Os sonhos
Na adolescência, descobri
que tinha a habilidade de planejar meus sonhos. Ou, pelo menos, de controlar um
estágio de vigília meio adormecido. Num deles eu voava, passando por cima de
casas e cidades. Só precisava me concentrar para não perder altura, embora não
houvesse realmente o perigo de cair. A sensação era agradável. Sonhos Peter Pan.
Os sonhos induzidos, se é
que eram sonhos, às vezes escapavam do controle e acabavam virando pesadelos. Meus
pesadelos são recorrentes e me seguem até hoje, nas noites de insônia.
Quando garoto, tinha
alguns pavores: medo de bêbados e de loucos, medo de morrer afogado e de ficar
perdido. Quais seriam as Madeleines desses pavores?
Todo domingo, no Cinema
Rosário, antes dos filmes, passavam alguns seriados. Dentre eles, eu tenho
certeza de dois: Flash Gordon e Fu Manchu. Um episódio de Fu Manchu me perseguiu
por muito tempo. Na cena, a mocinha estava presa num cilindro de vidro, fechado
por uma tampa de aço. No recipiente havia um buraco por onde entrava a água,
que subia rapidamente. Durante algum tempo, ela conseguiu respirar o ar que
ainda havia na parte de cima, até ser encoberta totalmente pela água. O episódio terminava com ela se debatendo até
perder os sentidos. Não sei como a mocinha se salvou.
Hoje, quando estou
naquele estado intermediário, do qual ainda consigo sair por vontade própria, é
comum sonhar que estou numa caverna e tenho que mergulhar em um túnel cheio de
água. Eu nunca acho a saída. A variante
seca é quando fico entalado em uma passagem na rocha.
Será um eco da asma de
minha mãe, que herdei e repassei para o meu filho? Terá alguma conotação
sexual, como penso às vezes? Um pênis preso num buraco? O medo não tem uma base
real, porque eu tinha a mania de fazer túneis quando garoto. Nos barrancos da Rua
Cônego Floriano, no Bairro da Graça, onde a terra era avermelhada, com veios amarelados.

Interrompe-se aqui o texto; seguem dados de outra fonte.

"""Per-well MS features from the extract's LC-MS run and the fraction-collection timetable.

For each well, the survey scans recorded while its contents passed the detector (the
collection window shifted back by the detector-to-collector delay) are searched for:

1. mass traces (centroids of consecutive scans within ``trace_tolerance_ppm``) and their
   extracted-ion chromatograms, with chromatographic peaks picked on a lightly smoothed trace;
2. isotope envelopes: co-eluting peaks spaced by 1.00336/z (13C - 12C; the M+2 window also
   takes 37Cl, 81Br and 34S), which give the charge state;
3. ion species of one compound: co-eluting envelopes whose m/z values give the same neutral
   mass under the species of ``lcms_ion_species.csv`` (protonated, sodiated, ammoniated,
   potassiated, water-loss, dimer and doubly charged ions; formate, chloride and deprotonated
   ions in negative mode).

Each feature carries its share of the well's ion current (all its ions and isotope peaks over
the summed intensity of the well's survey scans): several large shares in one well are
evidence that the well holds a mixture. Ion current is not amount: ionisation efficiencies
differ between compounds by orders of magnitude.
"""

from __future__ import annotations

import math
from dataclasses import dataclass
from functools import lru_cache
from typing import Any

import numpy as np

from nmrcheck.chem.adducts import IonSpecies, ion_mz, neutral_mass, parse_ion
from nmrcheck.data import load_table
from nmrcheck.errors import ParameterError
from nmrcheck.io.mzml import LcmsRun, Scan
from nmrcheck.io.timetable import FractionWindow, Timetable
from nmrcheck.tolerances import DEFAULT_TOLERANCE_PPM, PRECURSOR_MATCH_MZ, TRACE_LINK_PPM, masses_agree

__all__ = [
    "FeatureOptions",
    "FeatureIon",
    "Ms2Spectrum",
    "LcmsFeature",
    "WellMs",
    "well_features",
    "plate_features",
    "grouping_species",
    "ISOTOPE_SPACING",
]

ISOTOPE_SPACING = 1.0033548378
"""13C - 12C mass difference, u (IUPAC atomic masses: 13.0033548378 - 12)."""

# Half-width of the window searched for the M+k isotope peak around k * 1.0020 u: wide enough
# for 15N (0.99703), 13C (1.00335), 2H (1.00628) at M+1 and 34S (1.99580), 37Cl (1.99705),
# 81Br (1.99795), 18O (2.00425) and 13C2 (2.00671) at M+2 (IUPAC isotope masses).
_ISOTOPE_CENTRE = 1.0020
_ISOTOPE_HALF_WIDTH = 0.0110


@dataclass(frozen=True)
class FeatureOptions:
    """How features are found in one well's stretch of the run (masses in ppm or u, times in minutes)."""

    tolerance_ppm: float = DEFAULT_TOLERANCE_PPM
    """Mass accuracy of one ion's m/z (the shared default): two ions belong to one neutral mass
    when their neutral masses can be the same, each within this (:func:`nmrcheck.tolerances.masses_agree`)."""
    trace_tolerance_ppm: float = TRACE_LINK_PPM
    """Largest m/z gap between neighbouring centroids of one mass trace (:data:`nmrcheck.tolerances.TRACE_LINK_PPM`)."""
    min_scans: int = 3
    """A chromatographic peak needs at least this many survey scans with the ion."""
    min_share: float = 0.01
    """Features below this share of the well's ion current are not listed."""
    major_share: float = 0.10
    """A feature at or above this share is a major one (for the purity evidence)."""
    min_correlation: float = 0.8
    """Co-elution: the extracted-ion chromatograms correlate at least this well (Pearson)."""
    max_apex_shift_scans: int = 2
    """Co-elution: peak centres at most this many survey scans apart (or a tenth of the narrower peak's width)."""
    max_charge: int = 3
    margin_min: float = 0.5
    """Context read on each side of the well's window so that peaks cut by it keep their shape."""
    precursor_tolerance_mz: float = PRECURSOR_MATCH_MZ
    """An MS/MS scan belongs to an ion when its precursor m/z is this close, u (:data:`nmrcheck.tolerances.PRECURSOR_MATCH_MZ`)."""
    max_features: int = 30
    species: tuple[str, ...] | None = None
    """Ion species tried when grouping (bracket notation); None: the packaged table."""

    def __post_init__(self) -> None:
        for name in ("tolerance_ppm", "trace_tolerance_ppm", "precursor_tolerance_mz"):
            v = getattr(self, name)
            if not (isinstance(v, (int, float)) and 0 < v <= 100):
                raise ParameterError(f"{name}: must be in (0, 100], got {v!r}")
        if not 0 <= self.min_share < 1 or not 0 < self.major_share <= 1:
            raise ParameterError("min_share must be in [0, 1) and major_share in (0, 1]")
        if not 0 < self.min_correlation <= 1:
            raise ParameterError(f"min_correlation: must be in (0, 1], got {self.min_correlation}")
        if self.min_scans < 2 or self.max_charge < 1 or self.max_features < 1:
            raise ParameterError("min_scans must be >= 2, max_charge and max_features >= 1")
        if self.margin_min < 0:
            raise ParameterError(f"margin_min: must be >= 0, got {self.margin_min}")
        if self.species is not None:
            for s in self.species:
                parse_ion(s)

    def as_dict(self) -> dict[str, Any]:
        from dataclasses import asdict

        d = asdict(self)
        d["species"] = list(self.species) if self.species is not None else None
        return d
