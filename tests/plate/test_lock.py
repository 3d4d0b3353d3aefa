"""One run per output folder: a second run refuses with one line naming the folder and the holder; a dead holder's lock is taken over."""

from __future__ import annotations

import os
import subprocess
import sys
import time

import pytest
from click.testing import CliRunner

from nmrcheck.cli import main
from nmrcheck.errors import OutputError
from nmrcheck.plate import ResultsStore, read_manifest, run_plate
from nmrcheck.plate.lock import LOCK_NAME, OutputLock
from nmrcheck.plate.runner import InlineExecutor

WELLS = tuple(f"{r}{c}" for r in "AB" for c in range(1, 7))


def test_second_lock_on_a_folder_is_refused(tmp_path):
    with OutputLock(tmp_path):
        with pytest.raises(OutputError, match=f"pid {os.getpid()}") as info:
            OutputLock(tmp_path).acquire()
    assert str(tmp_path) in str(info.value) and "\n" not in str(info.value)
    # Released: the folder can be taken again.
    with OutputLock(tmp_path):
        pass


def test_lock_left_by_a_dead_process_is_taken_over(small_plate, tmp_path):
    manifest = read_manifest(small_plate(("A1",)))
    out = tmp_path / "out"
    out.mkdir()
    # What a killed run leaves: the lock file with its pid, no process holding it.
    (out / LOCK_NAME).write_text("pid 999999 on elsewhere since 2020-01-01 00:00:00\n")
    summary = run_plate(manifest, out, executor=InlineExecutor())
    assert summary.status == "complete"


@pytest.mark.slow
def test_two_runs_on_one_folder(small_plate, tmp_path):
    """A second run while the first is going refuses at once; the first finishes every well exactly once."""
    manifest = small_plate(WELLS, points=8192)
    out = tmp_path / "out"
    first = subprocess.Popen(
        [sys.executable, "-m", "nmrcheck", "plate", "run", str(manifest), "--out", str(out), "--workers", "1", "--no-report"],
        stdout=subprocess.DEVNULL, stderr=subprocess.PIPE, text=True,
    )
    deadline = time.monotonic() + 60
    while first.poll() is None and time.monotonic() < deadline:
        lock = out / LOCK_NAME
        if lock.exists() and f"pid {first.pid}" in lock.read_text():
            break
        time.sleep(0.02)
    assert first.poll() is None, "the first run ended before the second could start"
    result = CliRunner().invoke(main, ["plate", "run", str(manifest), "--out", str(out), "--no-report"])
    _, err = first.communicate(timeout=120)
    assert first.returncode == 0, err
    assert result.exit_code == 2
    message = result.output.strip()
    assert message.count("\n") == 0, message
    assert str(out) in message and f"pid {first.pid}" in message
    with ResultsStore(out) as store:
        assert store.count_history() == len(WELLS)
        assert [r.status for r in store.runs()] == ["complete"]

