"""Synthetic LC-MS runs with known answers: invented compounds eluting as Gaussian peaks, their ion
species and isotope envelopes in centroided survey scans, chemical noise, and data-dependent MS/MS.

Used by the tests, the benchmarks and the demo plate; written to mzML by :mod:`nmrcheck.io.mzml`.
Masses come from :mod:`nmrcheck.chem` (IUPAC isotope masses, CODATA electron mass).
"""

from __future__ import annotations

import math
from dataclasses import dataclass, field

import numpy as np

from nmrcheck.chem.adducts import parse_ion
from nmrcheck.chem.elements import electron_mass
from nmrcheck.chem.formula import parse_formula
from nmrcheck.chem.isotopes import isotope_pattern
from nmrcheck.errors import ParameterError
from nmrcheck.io.mzml import Scan

__all__ = ["SimulatedCompound", "simulate_run", "fragment_mz"]


@dataclass(frozen=True)
class SimulatedCompound:
    """An invented compound as the LC-MS sees it.

    Attributes
    ----------
    name : str
    formula : str
        Neutral molecular formula.
    rt_min : float
        Apex retention time at the detector, minutes.
    abundance : float
        Apex intensity (detector counts) of the monoisotopic peak of its first ion.
    ions : tuple of (str, float)
        Ion species and their intensity relative to the first.
    fwhm_s : float
        Full width at half maximum of the chromatographic peak, seconds.
    fragments : tuple of (str, float)
        MS/MS product ions of the first ion: composition of the (singly charged) ion in
        neutral-atom terms, e.g. ``'C7H7O'`` for C7H7O+, and relative intensity (base 100).
    """

    name: str
    formula: str
    rt_min: float
    abundance: float
    ions: tuple[tuple[str, float], ...] = (("[M+H]+", 1.0),)
    fwhm_s: float = 6.0
    fragments: tuple[tuple[str, float], ...] = field(default_factory=tuple)


def fragment_mz(composition: str, charge: int = 1) -> float:
    """m/z of a product ion of the given composition (neutral-atom basis) and signed charge."""
    return (parse_formula(composition).monoisotopic_mass - charge * electron_mass()) / abs(charge)


def _ion_peaks(c: SimulatedCompound, index: int, min_relative: float = 1e-3):
    """Rows (compound, ion index, isotope offset, m/z, apex intensity, polarity sign) of one compound."""
    formula = parse_formula(c.formula)
    rows = []
    for k, (notation, rel) in enumerate(c.ions):
        species = parse_ion(notation)
        pattern = isotope_pattern(formula, ion=species, max_peaks=8)
        top = pattern.abundances[0]
        for off, mz, ab in zip(pattern.offsets, pattern.mz, pattern.abundances):
            r = ab / top
            if r >= min_relative:
                rows.append((index, k, off, mz, c.abundance * rel * r, 1 if species.charge > 0 else -1))
    return rows


def simulate_run(
    compounds: list[SimulatedCompound] | tuple[SimulatedCompound, ...],
    *,
    duration_min: float = 10.0,
    scan_interval_s: float = 0.5,
    polarities: tuple[str, ...] = ("positive",),
    mz_range: tuple[float, float] = (100.0, 1500.0),
    mass_error_ppm: float = 1.0,
    intensity_noise: float = 0.05,
    noise_peaks: int = 40,
    noise_level: float = 300.0,
    detection_limit: float = 100.0,
    top_n: int = 2,
    ms2_threshold: float = 2e4,
    exclusion_min: float = 0.1,
    collision_energy_ev: float = 25.0,
    seed: int = 0,
) -> tuple[Scan, ...]:
    """Survey scans every ``scan_interval_s`` (alternating polarities when two are given), each
    followed by up to ``top_n`` MS/MS scans of the most intense compound ions.

    Parameters
    ----------
    compounds
        What elutes.
    duration_min
        Run length, minutes.
    scan_interval_s
        Time between survey scans of one polarity, seconds.
    polarities
        ``('positive',)``, ``('negative',)`` or both (polarity switching).
    mz_range
        Scan range, m/z.
    mass_error_ppm
        Standard deviation of each centroid's m/z error (grows as 1/sqrt of the intensity
        below 1e4 counts, as counting statistics make it).
    intensity_noise
        Relative standard deviation of each centroid's intensity.
    noise_peaks, noise_level
        Chemical-noise centroids per scan (uniform in m/z) and their mean intensity.
    detection_limit
        Centroids below this intensity are not recorded.
    top_n, ms2_threshold, exclusion_min
        Data-dependent acquisition: the ``top_n`` most intense monoisotopic compound ions
        above ``ms2_threshold`` per survey scan, each ion then excluded for ``exclusion_min``.
    collision_energy_ev
        Recorded with each MS/MS scan.
    seed
        Random seed: the same arguments give the same run.
    """
    if duration_min <= 0 or scan_interval_s <= 0:
        raise ParameterError("duration_min and scan_interval_s must be positive")
    for p in polarities:
        if p not in ("positive", "negative"):
            raise ParameterError(f"polarities: {p!r} is not 'positive' or 'negative'")
    rng = np.random.default_rng(seed)
    rows = [r for i, c in enumerate(compounds) for r in _ion_peaks(c, i)]
    table = np.array([r[:5] for r in rows], dtype=np.float64).reshape(-1, 5)
    sign = np.array([r[5] for r in rows], dtype=np.int64)
    cidx = table[:, 0].astype(int)
    rt = np.array([c.rt_min for c in compounds])[cidx] if rows else np.empty(0)
    sigma = np.array([c.fwhm_s / 60.0 / (2.0 * math.sqrt(2.0 * math.log(2.0))) for c in compounds])[cidx] if rows else np.empty(0)
    fragments = []
    for c in compounds:
        species = parse_ion(c.ions[0][0])
        z = 1 if species.charge > 0 else -1
        fragments.append([(fragment_mz(f, z), rel) for f, rel in c.fragments])
    scans: list[Scan] = []
    excluded: dict[tuple[int, int], float] = {}
    n_cycles = int(duration_min * 60.0 / scan_interval_s)
    step = scan_interval_s / 60.0 / max(1, len(polarities))
    number = 0
    for cycle in range(n_cycles):
        for pi, polarity in enumerate(polarities):
            t = (cycle * len(polarities) + pi) * step
            want = 1 if polarity == "positive" else -1
            live = (sign == want) & (np.abs(t - rt) < 5 * sigma)
            heights = table[live, 4] * np.exp(-0.5 * ((t - rt[live]) / sigma[live]) ** 2)
            heights = heights * (1.0 + intensity_noise * rng.standard_normal(heights.size))
            mzs = table[live, 3]
            err = mass_error_ppm * np.sqrt(np.maximum(1.0, 1e4 / np.maximum(heights, 1.0)))
            mzs = mzs * (1.0 + 1e-6 * err * rng.standard_normal(mzs.size))
            noise_mz = rng.uniform(mz_range[0], mz_range[1], noise_peaks)
            noise_i = rng.exponential(noise_level, noise_peaks)
            mz = np.concatenate([mzs, noise_mz])
            inten = np.concatenate([heights, noise_i])
            keep = (inten >= detection_limit) & (mz >= mz_range[0]) & (mz <= mz_range[1])
            order = np.argsort(mz[keep])
            number += 1
            survey_id = f"scan={number}"
            scans.append(Scan(len(scans), survey_id, t, 1, polarity, mz[keep][order], inten[keep][order], True))
            # Data-dependent MS/MS of the most intense monoisotopic compound ions.
            rows_live = np.nonzero(live)[0]
            mono = [(h, r) for h, r in zip(heights, rows_live) if table[r, 2] == 0 and h >= ms2_threshold]
            mono.sort(reverse=True)
            picked = 0
            for h, r in mono:
                key = (int(table[r, 0]), int(table[r, 1]))
                if picked >= top_n or t < excluded.get(key, -1.0):
                    continue
                excluded[key] = t + exclusion_min
                picked += 1
                number += 1
                prec = float(mzs[list(rows_live).index(r)])
                frag = fragments[key[0]] if key[1] == 0 else []
                peaks = [(fmz, rel / 100.0 * h * 0.5) for fmz, rel in frag]
                peaks.append((prec, h * (0.05 if frag else 0.6)))
                fmz = np.array([p[0] for p in peaks])
                fi = np.array([p[1] for p in peaks]) * (1.0 + intensity_noise * rng.standard_normal(len(peaks)))
                fmz = fmz * (1.0 + 1e-6 * mass_error_ppm * rng.standard_normal(fmz.size))
                nmz = rng.uniform(50.0, prec, 8)
                ni = rng.exponential(0.01 * h, 8)
                fmz, fi = np.concatenate([fmz, nmz]), np.concatenate([fi, ni])
                keep2 = fi >= detection_limit
                o = np.argsort(fmz[keep2])
                charge = int(abs(parse_ion(compounds[key[0]].ions[key[1]][0]).charge))
                scans.append(Scan(len(scans), f"scan={number}", t + (picked * step) / (top_n + 1), 2, polarity,
                                  fmz[keep2][o], fi[keep2][o], True, prec, charge, survey_id, collision_energy_ev))
    return tuple(scans)

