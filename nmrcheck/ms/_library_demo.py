"""The demo's known-compound library: invented names and taxa for the invented sponge Calyxia nocturna.

Every name and taxon here is fictional (genera Calyxia and Nocturnella of the invented
family Calyxiidae, and the invented sponge genus Umbrella of the invented family
Umbrellidae); the structures are small common compounds, with an isomer beside most of
them so that the taxon ranking has something to rank.
"""

from __future__ import annotations

import csv
import os
from pathlib import Path

__all__ = ["DEMO_GENUS", "DEMO_FAMILY", "DEMO_LIBRARY", "write_demo_library"]

DEMO_GENUS = "Calyxia"
DEMO_FAMILY = "Calyxiidae"

# name, SMILES, genus, family (all names and taxa invented)
DEMO_LIBRARY: tuple[tuple[str, str, str, str], ...] = (
    ("nocturnate", "COC(=O)c1ccc(O)cc1", "Calyxia", "Calyxiidae"),
    ("shoalaldehyde", "COc1cc(C=O)ccc1O", "Nocturnella", "Calyxiidae"),
    ("tidewater lactone", "O=c1ccc2ccccc2o1", "Calyxia", "Calyxiidae"),
    ("umbrellone", "O=c1ccoc2ccccc12", "Umbrella", "Umbrellidae"),
    ("calyxin A", "O=c1ccc2ccc(O)cc2o1", "Calyxia", "Calyxiidae"),
    ("umbrellin", "O=c1cc(O)c2ccccc2o1", "Umbrella", "Umbrellidae"),
    ("nocturnal ester", "COC(=O)/C=C/c1ccccc1", "Nocturnella", "Calyxiidae"),
    ("styrylate", "C=Cc1ccc(C(=O)OC)cc1", "Umbrella", "Umbrellidae"),
    ("calyxol", "Cc1ccc(C(C)C)c(O)c1", "Calyxia", "Calyxiidae"),
    ("umbrellol", "Cc1ccc(C(C)C)cc1O", "Umbrella", "Umbrellidae"),
    ("shoalphenol", "COc1cc(CC=C)ccc1O", "Nocturnella", "Calyxiidae"),
    ("isoshoalphenol", "COc1cc(/C=C/C)ccc1O", "Umbrella", "Umbrellidae"),
    ("calyxine", "Cn1c(=O)c2c(ncn2C)n(C)c1=O", "Calyxia", "Calyxiidae"),
    ("umbrelline", "Cn1cnc2n(C)c(=O)n(C)c(=O)c12", "Umbrella", "Umbrellidae"),
    ("nocturnol", "OCCc1ccc(O)cc1", "Calyxia", "Calyxiidae"),
    ("anisyl umbrellol", "COc1ccc(CO)cc1", "Umbrella", "Umbrellidae"),
    ("calyxgallate", "COC(=O)c1cc(O)c(O)c(O)c1", "Calyxia", "Calyxiidae"),
    ("shoalic acid", "OC(=O)/C=C/c1ccc(O)cc1", "Nocturnella", "Calyxiidae"),
    ("umbrellic acid", "OC(=O)/C=C/c1ccccc1O", "Umbrella", "Umbrellidae"),
    ("nocturnenol", "CC(C)=CCC/C(C)=C/CO", "Calyxia", "Calyxiidae"),
    ("umbrellinalol", "CC(C)=CCCC(C)(O)C=C", "Umbrella", "Umbrellidae"),
)


def write_demo_library(path: str | os.PathLike) -> Path:
    """Write the demo library as CSV (name, smiles, genus, family) and return its path."""
    p = Path(path)
    p.parent.mkdir(parents=True, exist_ok=True)
    with open(p, "w", newline="", encoding="utf-8") as fh:
        fh.write("# Invented known-compound library of the fictional sponge genus Calyxia and its relatives.\n")
        writer = csv.writer(fh)
        writer.writerow(["name", "smiles", "genus", "family"])
        writer.writerows(DEMO_LIBRARY)
    return p
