"""Watch mode: a recording still being written is not read until it is complete."""

from __future__ import annotations

import threading
import time

from nmrcheck.io.writers import write_bruker_fid
from nmrcheck.plate import ResultsStore, read_manifest, run_plate
from nmrcheck.synth import Line, simulate_fid


def _fid(seed):
    return simulate_fid([Line(3.8, 3, 1.0), Line(7.2, 2, 1.0, (8.0,)), Line(6.9, 2, 1.0, (8.0,))], points=4096, noise=0.01, seed=seed)


def _wells(out):
    try:
        with ResultsStore(out) as store:
            return store.current(with_trace=False)
    except Exception:  # noqa: BLE001 - the database may not exist yet
        return {}


def test_half_written_fid_waits_until_complete(tmp_path):
    plate = tmp_path / "plate"
    write_bruker_fid(_fid(1), plate / "A1")
    a2 = write_bruker_fid(_fid(2), plate / "A2")
    full = (a2 / "fid").read_bytes()
    (a2 / "fid").write_bytes(full[: len(full) // 2])
    (plate / "manifest.csv").write_text("well,spectrum,formulas\nA1,A1,C8H10O\nA2,A2,C8H10O\nA3,A3,C8H10O\n")
    manifest = read_manifest(plate / "manifest.csv")
    out = tmp_path / "out"
    holder = {}
    runner = threading.Thread(
        target=lambda: holder.setdefault("summary", run_plate(manifest, out, workers=1, watch=True, poll_s=0.1, time_limit_s=60)),
        daemon=True,
    )
    runner.start()
    deadline = time.monotonic() + 30
    while "A1" not in _wells(out) and time.monotonic() < deadline:
        time.sleep(0.1)
    assert "A1" in _wells(out)
    time.sleep(1.0)
    assert "A2" not in _wells(out), "a half-written FID was processed"
    # The FID grows to its full size; A3 appears complete from the start.
    with open(a2 / "fid", "ab") as fh:
        fh.write(full[len(full) // 2 :])
    write_bruker_fid(_fid(3), plate / "A3")
    runner.join(timeout=60)
    assert not runner.is_alive()
    summary = holder["summary"]
    assert summary.status == "complete" and summary.pending == ()
    with ResultsStore(out) as store:
        assert [h["status"] for h in store.history("A2")] == ["done"]
        assert store.current()["A3"].status == "done"


def test_time_limit_leaves_missing_wells_pending(tmp_path):
    write_bruker_fid(_fid(1), tmp_path / "A1")
    (tmp_path / "manifest.csv").write_text("well,spectrum\nA1,A1\nB1,B1\n")
    summary = run_plate(read_manifest(tmp_path / "manifest.csv"), tmp_path / "out", workers=1, watch=True, poll_s=0.1, time_limit_s=1.5)
    assert summary.status == "stopped"
    assert summary.pending == ("B1",)
    assert summary.screened == 1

Ou na terra escura e fértil do quintal da Rua do Ouro. E adoro mergulhar.
Não gosto de altura,
embora não chegue a ser uma fobia e eu consiga caminhar sem medo num lugar
alto. Essa aversão produz os sonhos-gastura. Aquela sensação de passar o dedo
no veludo, ou de ouvir o giz rangendo no quadro. Nesses sonhos, vejo meu filho ainda
pequeno cair de uma janela. Quando chego na beirada de alguma coisa alta, na
vida real, às vezes me vejo caindo. É um flash que passa rápido e não retorna.
Os pesadelos propriamente
ditos, no estado de sonho profundo, eram outros. Sonhava que estava sendo perseguido
e que passava por vários cômodos sucessivos, que nunca terminavam; de uma sala
para um quarto, depois para uma cozinha e assim sucessivamente. Ou que estava
perambulando por uma cidade perfeitamente desconhecida, andando por ruas
intermináveis, percorrendo bairros diferentes, querendo chegar a um lugar que
não eu conseguia situar.
Os filmes e os livros da
coleção Terramarear deram origem aos sonhos de espadachim, nitidamente
inspirados em Scaramouche e Stewart Granger. Na vida real, eu tinha medo de
facas e canivetes. Lembro como fiquei quando li o significado da expressão: “briga
de homem é com camisa amarrada”. Dois cangaceiros amarravam as beiradas das
camisas desabotoadas e iam se furando, com suas peixeiras. Alguma coisa entre a
gastura e o pânico.
Minha mãe contava a história
de um menino que havia estava apontando um lápis com uma gilete. De repente
sentiu uma coceira nos olhos e, distraído foi esfregá-los, cortando-se com a
lâmina. Meu Buñuel - gastura, definitivamente.
Quando eu morria nos
sonhos era sempre com um tiro, como um herói que finalmente é derrotado pela
traição, ou pelo número dos adversários. A espada, com certeza, é um símbolo
fálico. Freud sabia das coisas.
Da leitura do livro “Tarzan
e os homens-formigas”, me ficara a imagem de uma tribo de mulheres. Nos meus
sonhos induzidos, eu fantasiava mulheres nuas, que podiam ser atravessadas de
lado a lado por uma espada e que nunca sentiam dor ou ficavam feridas. De
alguma maneira, elas estavam associadas a um nome: Alali. Minha fantasia era
atravessá-las de todas as maneiras, com predileção pelos seios. Outro dia achei
o livro em um sebo. Dei uma rápida folheada e o nome Alali trouxe de voltas as
minhas mulheres.
Sonhos de
pré-adolescente. Os hormônios ainda não haviam entrado em ebulição. Não preciso
dizer porque nunca tive vontade de fazer análise: eu mesmo sou meu terapeuta.